* Exercise instructions *
An exact transcript of all the records is the expected answer.

* Supplied material *
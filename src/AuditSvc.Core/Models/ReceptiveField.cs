namespace AuditSvc.Core.Models;

/// <summary>
/// Receptive field along one axis, in input pixels: <see cref="Size"/> is how many input pixels one
/// position sees, <see cref="Jump"/> the input distance between neighbouring positions (effective
/// stride), <see cref="Offset"/> the input coordinate of the centre of position 0 (may be negative).
/// The centre of position i is Offset + Jump·i (Araujo, Norris &amp; Sim 2019).
/// </summary>
public readonly record struct RfAxis(double Size, double Jump, double Offset)
{
    public static readonly RfAxis Input = new(1, 1, 0);

    public double Center(int index) => Offset + Jump * index;
}

/// <summary>Receptive field of a layer's positions along both image axes.</summary>
public sealed record ReceptiveField(RfAxis Y, RfAxis X)
{
    public static readonly ReceptiveField Input = new(RfAxis.Input, RfAxis.Input);

    /// <summary>The input box seen by position (y, x), clipped to an image of the given size.</summary>
    public Box BoxAt(int y, int x, int inputHeight, int inputWidth)
    {
        double cy = Y.Center(y), cx = X.Center(x);
        double hy = (Y.Size - 1) / 2.0, hx = (X.Size - 1) / 2.0;
        int top = (int)Math.Max(0, Math.Floor(cy - hy));
        int left = (int)Math.Max(0, Math.Floor(cx - hx));
        int bottom = (int)Math.Min(inputHeight - 1, Math.Ceiling(cy + hy));
        int right = (int)Math.Min(inputWidth - 1, Math.Ceiling(cx + hx));
        if (bottom < top) bottom = top;
        if (right < left) right = left;
        return new Box(left, top, right - left + 1, bottom - top + 1);
    }
}

/// <summary>An axis-aligned pixel box: left, top, width, height.</summary>
public readonly record struct Box(int X, int Y, int Width, int Height)
{
    public double CenterX => X + (Width - 1) / 2.0;
    public double CenterY => Y + (Height - 1) / 2.0;
}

* Output of the task *
filename src/AuditSvc.Core/Models/ReceptiveField.cs
namespace AuditSvc.Core.Models;

/// <summary>
/// Receptive field along one axis, in input pixels: <see cref="Size"/> is how many input pixels one
/// position sees, <see cref="Jump"/> the input distance between neighbouring positions (effective
/// stride), <see cref="Offset"/> the input coordinate of the centre of position 0 (may be negative).
/// The centre of position i is Offset + Jump·i (Araujo, Norris &amp; Sim 2019).
/// </summary>
public readonly record struct RfAxis(double Size, double Jump, double Offset)
{
    public static readonly RfAxis Input = new(1, 1, 0);

    public double Center(int index) => Offset + Jump * index;
}

/// <summary>Receptive field of a layer's positions along both image axes.</summary>
public sealed record ReceptiveField(RfAxis Y, RfAxis X)
{
    public static readonly ReceptiveField Input = new(RfAxis.Input, RfAxis.Input);

    /// <summary>The input box seen by position (y, x), clipped to an image of the given size.</summary>
    public Box BoxAt(int y, int x, int inputHeight, int inputWidth)
    {
        double cy = Y.Center(y), cx = X.Center(x);
        double hy = (Y.Size - 1) / 2.0, hx = (X.Size - 1) / 2.0;
        int top = (int)Math.Max(0, Math.Floor(cy - hy));
        int left = (int)Math.Max(0, Math.Floor(cx - hx));
        int bottom = (int)Math.Min(inputHeight - 1, Math.Ceiling(cy + hy));
        int right = (int)Math.Min(inputWidth - 1, Math.Ceiling(cx + hx));
        if (bottom < top) bottom = top;
        if (right < left) right = left;
        return new Box(left, top, right - left + 1, bottom - top + 1);
    }
}

/// <summary>An axis-aligned pixel box: left, top, width, height.</summary>
public readonly record struct Box(int X, int Y, int Width, int Height)
{
    public double CenterX => X + (Width - 1) / 2.0;
    public double CenterY => Y + (Height - 1) / 2.0;
}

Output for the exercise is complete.